Docker container on Marathon doesn't finish

I have Mesos cluster consists of 3 CentOS6.5 machines.
ZooKeeper and Mesos-Master is running on one of the machines and Mesos-Slave is running on each machine.
Also, Marathon is running on master node.
Then, I am trying to run docker containers on Marathon, following this instruction by Mesosphere.
job.json is like as follows,
{
"container": {
"type": "DOCKER",
"docker": {
"image": "libmesos/ubuntu"
}
},
"id": "ubuntu",
"instances": 1,
"cpus": 0.5,
"mem": 512,
"uris": [],
"cmd": "date -u +%T"
}
Then I run following command,
curl -X POST -H "Accept: application/json" -H "Content-Type: application/json" <master-hostname>:8080/v2/apps -d#job.json
Then on Marathon Web UI, I can see the Docker container is "Deploying" status even after long time.
And on Mesos-Master Web UI, I can see the Task is in "STAGING" status after long time.
On Sandbox pane, I can see the stdout and the command seems to completed successfly.
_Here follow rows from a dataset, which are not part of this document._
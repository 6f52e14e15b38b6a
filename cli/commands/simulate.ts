import { OgeeError } from '../../shared/errors.ts'
import { simulatedHeader, simulatedRows } from '../../shared/simulate/csv.ts'
import { type SimulatedMeasurement, simulateUnit } from '../../shared/simulate/unit.ts'
import type { Command, Context, Given } from '../command.ts'
import { readDesign } from '../design-file.ts'
import { text, wholeNumber } from '../server-options.ts'

type Options = {
  design: string
  units: number
  seed: number
  channel: string | undefined
  range: string | undefined
}

export const simulateCommand: Command<Options> = {
  about:
    'Each unit has a gain and an offset drawn from the initial lines of the budget, a bow within the\n' +
    'INL and the noise of the plan. The same seed gives the same units on every machine, and unit 7\n' +
    'is the same unit however many are asked for. Prints a points CSV, or with ndjson a line per measurement.',
  options: [
    { flags: '--design <file>', says: 'design document', required: true, completes: 'file' },
    { flags: '--units <count>', says: 'how many units', required: true },
    { flags: '--seed <number>', says: 'where the random numbers start (default 1)' },
    { flags: '--channel <name>', says: 'this channel only' },
    { flags: '--range <id>', says: 'this range only' },
  ],
  formats: ['csv', 'ndjson'],
  examples: [
    {
      run: 'ogee simulate --design design.json --units 3 --seed 7',
      says: 'Points of three units to try things with.',
    },
  ],
  read: readSimulate,
  run: simulate,
}

function readSimulate({ options }: Given): Options {
  return {
    design: text(options.design) ?? '-',
    units: wholeNumber('--units', text(options.units) ?? '', 1, 100_000_000),
    seed: wholeNumber('--seed', text(options.seed) ?? '1', 0, Number.MAX_SAFE_INTEGER),
    channel: text(options.channel),
    range: text(options.range),
  }
}

const chunk = 64 * 1024

async function simulate(options: Options, { io, format }: Context): Promise<number> {
  const design = await readDesign(io, options.design)
  refuseUnknown('channel', options.channel, design.channels)
  refuseUnknown(
    'range',
    options.range,
    design.ranges.map(({ id }) => id),
  )
  const isCsv = format === 'csv'
  let pending = isCsv ? simulatedHeader(design.measurement.readings ?? 1) : ''
  for (let number = 0; number < options.units; number += 1) {
    for (const measurement of simulateUnit(design, options.seed, number, options)) {
      pending += isCsv ? simulatedRows(measurement) : asLine(measurement)
    }
    if (pending.length < chunk) continue
    if (!(await io.write(pending))) return 0
    pending = ''
  }
  await io.write(pending)
  return 0
}

function refuseUnknown(what: 'channel' | 'range', asked: string | undefined, known: readonly string[]): void {
  if (asked === undefined || known.includes(asked)) return
  throw new OgeeError(`${what}-unknown`, `The design has no ${what} ${asked}; it has ${known.join(', ')}.`)
}

/** The measurement as `POST /trims` takes it, save for the design. */
function asLine({ points, ...rest }: SimulatedMeasurement): string {
  const asPoints = points.map(({ code, readings }) =>
    readings.length > 1 ? { code, readings } : { code, measured: readings[0] },
  )
  return `${JSON.stringify({ ...rest, points: asPoints })}\n`
}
No problem.
stderr is like this,
I0416 19:19:49.254998 29178 exec.cpp:132] Version: 0.22.0
I0416 19:19:49.257824 29193 exec.cpp:206] Executor registered on slave 20150416-160950-109643786-5050-30728-S0
stdout is like this,
Registered executor on master-hostname
10:19:49
But I expect the container(TASK) to finish after completed the command.
Is it possible?
If possible, how to do that way?
Thank you.
The task will finish (you should be able to see in the Mesos completed tasks) but the container will be restarted by Marathon. Marathon is for long-running apps.
If you don't want your application to be running continuously, you should take a look at another framework like Chronos.
Marathon is for long running processes. Even if you remove the containers, marathon will try to restart these. One more thing that I observed is that Marathon tries to launch containers and continue to do that till you are left with no memory and CPU. When you are out of resources your task will go in stage state.